== Work task ==
Locate, in the data below, the line that contains "flight for it" and the line that contains "nor a reference"; reproduce exactly those two lines and every line between them, nothing more.

== Collected data entries ==
= Beginning of Section =

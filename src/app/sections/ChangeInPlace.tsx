import { type ReactNode, useState } from "react";

/** A small list of choices that ends in Change, which opens the controls in its place. */
export function ChangeInPlace({ list, controls }: { list: ReactNode; controls: ReactNode }) {
  const [open, setOpen] = useState(false);
  return (
    <>
      {open ? controls : list}
      <p>
        <button type="button" className="action" aria-expanded={open} onClick={() => setOpen(!open)}>
          {open ? "Close" : "Change"}
        </button>
      </p>
    </>
  );
}
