import { describe, expect, it } from "vitest";
import { atBody } from "../../../src/core/decay/atBody.ts";
import { bodyCurves } from "../../../src/core/decay/bodyCurves.ts";
import { fitDecay } from "../../../src/core/decay/fitDecay.ts";
import { lawChangeVariance, lawVariance } from "../../../src/core/decay/lawBand.ts";
import { powerProduct } from "../../../src/core/decay/powerProduct.ts";
import type { BodySettings, DecaySettings } from "../../../src/core/decayResult.ts";
import { bare, isEstimate, missing, type Quantity } from "../../../src/core/quantity.ts";
import type { StationResult } from "../../../src/core/stationResult.ts";
import { expectClose } from "../../support/expectClose.ts";
import { known, lawStations, plainSettings, spacedFrom, stationAt } from "../../support/lawStations.ts";

const law = { A: 0.06, x0: 1, n: 1.25, ell: 1, U: 6, nu: 1.5e-5, B: 0.1, m: 0.375 };
const xs = spacedFrom(law.x0, 4, 40, 9);
const settings: DecaySettings = { ...plainSettings, window: [0, 99] };
const rounding = { relative: 1e-8, because: "closed form; quantiles to nine digits" };
const z = 1.959963984540054;

function curvesOf(stations: StationResult[], choice: Partial<DecaySettings> = {}) {
  const all = { ...settings, ...choice };
  const decay = fitDecay(stations, all);
  return { decay, curves: bodyCurves(stations, decay, all) };
}
const endsOf = (quantity: Quantity) => (isEstimate(quantity) ? [quantity.low, quantity.high] : []);
const whyOf = (quantity: Quantity) => (isEstimate(quantity) ? "" : quantity.why);

describe("a quantity between stations", () => {
  const values = (xs: readonly number[], of: (x: number) => number) =>
    xs.map((x) => stationAt(x, { L11: known(of(x), 0.1) }));

  it("without a law lies on straight lines of logarithms over ln x: a power law is met exactly", () => {
    const { curves } = curvesOf(values([1, 2, 8], (x) => 3 * x ** 0.4));
    for (const x of [1, 1.3, 5, 8]) expectClose(curves.L11.at(x).value, 3 * x ** 0.4, rounding);
  });
  it("goes over x itself where a station stands at zero or before it", () => {
    const { curves } = curvesOf(values([0, 1, 3], (x) => 3 * Math.exp(0.4 * x)));
    for (const x of [0, 0.5, 2.2]) expectClose(curves.L11.at(x).value, 3 * Math.exp(0.4 * x), rounding);
    const negative = curvesOf(values([-2, 1, 3], (x) => 3 * Math.exp(0.4 * x))).curves;
    expectClose(negative.L11.at(-1).value, 3 * Math.exp(-0.4), rounding);
  });
  it("goes over ln x where the origin of the law lies among the stations", () => {
    const among = [
      ...values([0.5], (x) => 0.2 * x),
      ...lawStations(law, xs, 0.01).map((one) => ({ ...one, L11: known(0.2 * one.x, 0.1) })),
    ];
    const { decay, curves } = curvesOf(among, { x0: 1 });
    expect(decay.law?.x0).toBe(1);
    expectClose(curves.L11.at(2).value, 0.4, rounding);
  });
  it("is known as well as its two stations make it: halfway, by the root of a half", () => {
    const { curves } = curvesOf(values([1, 4], (x) => x));
    const middle = curves.L11.at(2);
    expectClose(isEstimate(middle) ? middle.error?.standard : 0, 0.1 * Math.SQRT1_2, rounding);
    expectClose(endsOf(middle)[1], 2 * Math.exp(z * 0.1 * Math.SQRT1_2), rounding);
  });
  it("changes between two places as the values do, what they owe to one station taken once", () => {
    const { curves } = curvesOf(values([1, 4], (x) => x));
    const change = curves.L11.change(2, 4);
    expectClose(change.value, 2, rounding);
    // ln L(4) - (ln L(1) + ln L(4))/2
    expectClose(isEstimate(change) ? change.error?.standard : 0, 0.1 * Math.SQRT1_2, rounding);
    const none = curves.L11.change(3, 3);
    expect([none.value, ...endsOf(none)]).toEqual([1, 1, 1]);
  });
  it("carries no interval where a station carries none", () => {
    const { curves } = curvesOf([
      stationAt(1, { L11: bare(1, "short") }),
      stationAt(4, { L11: known(4, 0.1) }),
    ]);
    expect(curves.L11.at(2)).toMatchObject({ low: null, high: null });
    expect(curves.L11.change(1, 4)).toMatchObject({ low: null, high: null });
  });
  it("is missing where nothing carries it, and beyond what does: on the side that lacks it", () => {
    const { curves } = curvesOf(values([2, 4], (x) => x));
    expect(whyOf(curves.lambda.at(3))).toBe("not part of this test");
    expect(whyOf(curves.L11.at(1))).toMatch(/first station/);
    expect(whyOf(curves.L11.at(5))).toMatch(/last station/);
    expect(whyOf(curves.L11.change(1, 3))).toMatch(/first station/);
    expect(whyOf(curves.L11.change(3, 5))).toMatch(/last station/);
    expect(curves.L11.logarithm(5)).toBeNull();
    expect(whyOf(curvesOf([]).curves.L11.at(1))).toBe("no station carries it");
  });
});

describe("the intensity", () => {
  const stations = lawStations(law, xs, 0.01);
  const { decay, curves } = curvesOf(stations);
  if (decay.law === null) throw new Error("no law");
  const fitted = decay.law;
  const intensity = (x: number) => Math.sqrt((2 / 3) * law.A * (x - law.x0) ** -law.n);

  it("inside the window is that of the law, with half the error of ln k", () => {
    for (const x of [xs[0], 7, xs[8]]) {
      const found = curves.Tu.at(x);
      expectClose(found.value, intensity(x), { relative: 1e-6, because: "an exact law, refitted" });
      expectClose(
        isEstimate(found) ? found.error?.standard : 0,
        Math.sqrt(lawVariance(fitted, x, 0)) / 2,
        rounding,
      );
    }
    const change = curves.Tu.change(5, 20);
    expectClose(change.value, intensity(20) / intensity(5), {
      relative: 1e-6,
      because: "an exact law, refitted",
    });
    const half = Math.sqrt(lawChangeVariance(fitted, 5, 20)) / 2;
    expectClose(isEstimate(change) ? change.error?.standard : 0, half, rounding);
  });
  it("outside the window is that between the stations, as is a change that leaves it", () => {
    const short = curvesOf(
      stations.map((one) => ({ ...one, Tu: known(0.07, 0.02) })),
      { window: [xs[2], xs[6]] },
    ).curves;
    expectClose(short.Tu.at(xs[1]).value, 0.07, rounding);
    expectClose(short.Tu.at(xs[7]).value, 0.07, rounding);
    expectClose(short.Tu.at(xs[4]).value, intensity(xs[4]), { relative: 1e-6, because: "the law" });
    expectClose(short.Tu.change(xs[4], xs[7]).value, 1, rounding);
    expectClose(short.Tu.change(xs[1], xs[4]).value, 1, rounding);
  });
  it("is sqrt(uu)/U where uu was fitted", () => {
    const { curves: ofU } = curvesOf(stations, { quantity: "uu" });
    expectClose(ofU.Tu.at(7).value, intensity(7), { relative: 1e-6, because: "isotropic: uu = 2k/3" });
  });
  it("is over the reference speed where one is given, over the U of the place where none is", () => {
    const { curves: referred } = curvesOf(stations, { referenceSpeed: 3 });
    expectClose(referred.Tu.at(7).value, intensity(7) * 2, {
      relative: 1e-6,
      because: "half the speed, k/U² the same law",
    });
    // U off by a slope too small to take the time of flight for it
    const uneven = stations.map((one) => ({ ...one, U: known(6 * one.x ** 0.001, 0.01) }));
    const found = curvesOf(uneven, { coordinate: "x" });
    const of = (x: number) => (intensity(x) * 6) / (6 * x ** 0.001);
    expectClose(found.curves.Tu.at(7).value, of(7), { relative: 1e-6, because: "k does not change with U" });
  });
  it("of a decay in time, where no station has a U and no speed is given, is missing with the reason", () => {
    const none = missing("neither U nor a reference speed is given");
    const inTime = stations.map(({ x, uu, vv, ww, k }) => stationAt(x, { uu, vv, ww, k, Tu: none }));
    const { decay: ofTime, curves: unscaled } = curvesOf(inTime, { along: "t" });
    expect(ofTime.law).not.toBeNull();
    expect(whyOf(unscaled.Tu.at(7))).toBe(none.why);
    expect(unscaled.Tu.logarithm(7)).toBeNull();
    const { curves: scaled } = curvesOf(inTime, { along: "t", referenceSpeed: law.U });
    expectClose(scaled.Tu.at(7).value, intensity(7), { relative: 1e-6, because: "an exact law, refitted" });
  });
  it("of a profile of q, which may be no energy, is that between the stations", () => {
    const profile = stations.map(({ x, k }) => stationAt(x, { q: k, Tu: known(0.05, 0.1) }));
    expectClose(curvesOf(profile).curves.Tu.at(7).value, 0.05, rounding);
  });
});

describe("a body", () => {
  const wanted: BodySettings = { x: 7, chord: 2, Tu: null, L11: null };
  const stations = lawStations(law, xs, 0.01);
  const meets = (of: StationResult[], body: Partial<BodySettings>, choice: Partial<DecaySettings> = {}) => {
    const all = { ...settings, ...choice };
    return atBody(of, fitDecay(of, all), all, { ...wanted, ...body });
  };
  const lengthAt = (x: number) => law.B * (x - law.x0) ** law.m;

  it("without a chord has no change over it and no length in chords, and says so", () => {
    const found = meets(stations, { chord: null, L11: 0.1 });
    expect(whyOf(found.L11_chord)).toMatch(/chord/);
    expect(whyOf(found.change.Tu)).toMatch(/chord/);
    expect(whyOf(found.targets.L11_chord?.x ?? missing(""))).toMatch(/chord/);
    expect(found.both).toBeNull();
  });
  it("without targets has none", () => {
    const found = meets(stations, {});
    expect([found.targets.Tu, found.targets.L11_chord, found.both, found.inflow]).toEqual([
      null,
      null,
      null,
      null,
    ]);
  });
  it("meets a length where the growing L11 reaches it, off by its error over its growth", () => {
    const found = meets(stations, { L11: lengthAt(10) / 2 }).targets.L11_chord?.x;
    if (!found || !isEstimate(found)) throw new Error("no place");
    expectClose(found.value, 10, { relative: 1e-6, because: "an exact law, refitted" });
    // nine stations at equal steps of ln(x - x0): the error of the line at 10, over m/(x - x0)
    const s = xs.map((x) => Math.log(x - law.x0));
    const centre = s.reduce((sum, value) => sum + value / 9, 0);
    const spread = s.reduce((sum, value) => sum + (value - centre) ** 2, 0);
    const error = 0.01 * Math.sqrt(1 / 9 + (Math.log(9) - centre) ** 2 / spread);
    const reach = (z * error * 9) / law.m;
    expectClose((found.high ?? 0) - found.value, reach, {
      relative: 1e-5,
      because: "an exact law, refitted",
    });
    expectClose(found.value - (found.low ?? 0), reach, { relative: 1e-5, because: "an exact law, refitted" });
  });
  it("does not meet a length that no station of the window has, and says by how much it is missed", () => {
    const why = (length: number) =>
      whyOf(meets(stations, { L11: length / 2 }).targets.L11_chord?.x ?? missing(""));
    expect(why(lengthAt(xs[0]) / 2)).toMatch(/^L11 is 2\.00 times the target at the first/);
    expect(why(lengthAt(xs[8]) * 2)).toMatch(/^L11 is 0\.500 times the target at the last/);
    const shrinking = stations.map((one) => ({ ...one, L11: known(1 / one.x, 0.01) }));
    expect(whyOf(meets(shrinking, { L11: 1 }).targets.L11_chord?.x ?? missing(""))).toMatch(/not grow/);
    const none = stations.map((one) => ({ ...one, L11: missing("none") }));
    expect(whyOf(meets(none, { L11: 1 }).targets.L11_chord?.x ?? missing(""))).toMatch(/fewer than three/);
    expect(meets(none, { L11: 1, Tu: 0.02 }).both).toBeNull();
  });
  it("asks at the inflow for what the law loses on the way, with the error of that change alone", () => {
    const { inflow } = meets(stations, { Tu: 0.02 });
    const decay = fitDecay(stations, settings);
    if (!inflow || !isEstimate(inflow.Tu) || decay.law === null) throw new Error("no inflow");
    expectClose(inflow.Tu.error?.standard, Math.sqrt(lawChangeVariance(decay.law, xs[0], 7)) / 2, rounding);
    // from k/U²: (x - x0) to the power -n/2
    expectClose(inflow.Tu.value, 0.02 * ((xs[0] - 1) / 6) ** (-1.25 / 2), {
      relative: 1e-6,
      because: "refitted",
    });
  });
  it("has no inflow to ask for without a law or stations, or upstream of the origin", () => {
    const without = meets(stations.slice(0, 2), { Tu: 0.02 });
    expect(whyOf(without.inflow?.Tu ?? bare(1, ""))).toMatch(/no law/);
    expect(without.inflow?.x).toBe(xs[0]);
    expect(meets([], { Tu: 0.02 }).inflow).toBeNull();
    expect(whyOf(meets(stations, { Tu: 0.02, x: 0.5 }).inflow?.Tu ?? bare(1, ""))).toMatch(/origin/);
  });
  it("misses two targets least where both are off by the same factor", () => {
    const { both } = meets(stations, { Tu: 0.03, L11: 0.2 });
    const ofTu = (x: number) => Math.log(Math.sqrt((2 / 3) * law.A * (x - 1) ** -1.25) / 0.03);
    const ofL11 = (x: number) => Math.log(lengthAt(x) / 0.4);
    if (both === null || both.x.value === null) throw new Error("no place");
    const miss = (x: number) => Math.max(Math.abs(ofTu(x)), Math.abs(ofL11(x)));
    const step = (xs[8] - xs[0]) / 2000;
    expect(miss(both.x.value)).toBeLessThanOrEqual(
      Math.min(miss(both.x.value - step), miss(both.x.value + step)) + 1e-9,
    );
    expectClose(both.Tu, Math.exp(ofTu(both.x.value)), { relative: 1e-6, because: "refitted" });
    expectClose(both.L11_chord, Math.exp(ofL11(both.x.value)), { relative: 1e-6, because: "refitted" });
  });
});

it("a product of no powers is its factor, known exactly", () => {
  expect(powerProduct(3, [])).toMatchObject({ value: 3, low: 3, high: 3 });
});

= End of Section =

== Task solution ==
    // U off by a slope too small to take the time of flight for it
    const uneven = stations.map((one) => ({ ...one, U: known(6 * one.x ** 0.001, 0.01) }));
    const found = curvesOf(uneven, { coordinate: "x" });
    const of = (x: number) => (intensity(x) * 6) / (6 * x ** 0.001);
    expectClose(found.curves.Tu.at(7).value, of(7), { relative: 1e-6, because: "k does not change with U" });
  });
  it("of a decay in time, where no station has a U and no speed is given, is missing with the reason", () => {
    const none = missing("neither U nor a reference speed is given");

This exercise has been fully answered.